Rebooted ‘Charmed’ Brings Current Issues to Classic Storyline

by Brynn Smith ’19

 With the recent trend in the reboot of 90s television for today’s teens that includes shows like “Sabrina the Teenage Witch” and “Will and Grace”, ‘Charmed’ is the next in a long line. A nostalgic classic, ‘Charmed’ is the story of three sisters who find out they have magical powers and must use those powers to fight demons of the underworld.

 The original version featured Phoebe (Alyssa Milano), Piper (Holly Marie Combs), and Prue (Shannen Doherty) with powers of premonition, molecular immobilization–the power to freeze objects and time–and telekinesis, respectively.
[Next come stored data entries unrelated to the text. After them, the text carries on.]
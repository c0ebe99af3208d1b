"""Expands asymmetric units to the full list of unit-cell sites with gemmi's space-group operators.

Run once with /usr/bin/python3 (Debian python3-gemmi); the printed TypeScript atom lists are pasted
into app/diffraction/structures.ts, and tests/diffraction/structures.test.ts repeats the expansion
to check the shipped lists.

Input (stdin, JSON): {"spaceGroup": "R -3 c:H", "cell": [a, b, c, alpha, beta, gamma],
                      "sites": [{"element": "Al", "x": 0, "y": 0, "z": 0.35216}, ...]}
Output (stdout, JSON): the full list [{"element", "x", "y", "z"}, ...] with coordinates in [0, 1).
"""
import json
import sys

import gemmi


def expand(spec):
    st = gemmi.SmallStructure()
    st.spacegroup_hm = spec["spaceGroup"]
    st.cell = gemmi.UnitCell(*spec["cell"])
    for i, s in enumerate(spec["sites"]):
        site = gemmi.SmallStructure.Site()
        site.label = f"{s['element']}{i + 1}"
        site.type_symbol = s["element"]
        site.element = gemmi.Element(s["element"])
        site.fract = gemmi.Fractional(s["x"], s["y"], s["z"])
        site.occ = 1.0
        st.add_site(site)
    st.setup_cell_images()
    out = []
    for site in st.get_all_unit_cell_sites():
        f = site.fract.wrap_to_unit()
        out.append({"element": site.element.name, "x": round(f.x % 1.0, 6), "y": round(f.y % 1.0, 6), "z": round(f.z % 1.0, 6)})
    return out


if __name__ == "__main__":
    specs = json.load(sys.stdin)
    print(json.dumps([expand(s) for s in specs]))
While the rebooted ‘Charmed’ follows the same basic storyline with an emphasis on feminism, sisters Macy (Madeleine Mantock), Mel (Melonie Diaz), and Maggie (Sarah Jeffery) bring a 2018 spin to a show that was an inspiration to many.

 Writing duo Jessica O’Toole and Amy Rardin, who have also written for shows like “Jane the Virgin”, wanted to bring themes to the show that “felt fun and interesting–there was plenty that inspired [them] from the original,” O’Toole told the Warrior.

 The reboot definitely takes on a different vibe than the original, as it begins on a college campus where a professor has been accused of sexual harassment. The reboot deals with ideas–feminism, LGBTQ leads, and racial diversity–the 1998 version never had the ability to explore as deeply as the new one does.

 In a well-thought out examination of drinking on college campuses, the sisters must take on a vengeful ghost from the 80s set on destroying the sorority she was kicked out of. Bringing in timely issues of today, the writers of ‘Charmed’ brought a supernatural element to the teenage problems of today.

 With every reboot or adaptation, there are worries it will never match up to the original. Lack of originality is cause for concern, but what this ‘Charmed’ reboot does is reimagine the series. With a greater emphasis on the issues women face in 2018, the show lives up to it’s “feminist” label. In the first episode, the sister’s whitelighter, a holdover from the original whose purpose is to help guide new witches in the way of the supernatural, explains that the coming apocalypse has to with current President of the United States.

 The writers do their best “be respectful and it helps that we were fans of the original. We hope to maintain the essence of the original while putting our own stamp on it.”

 This new ‘Charmed’ takes the issues of today’s and turns them into situations relatable for the teens of today, while still keeping the nostalgia of the original alive.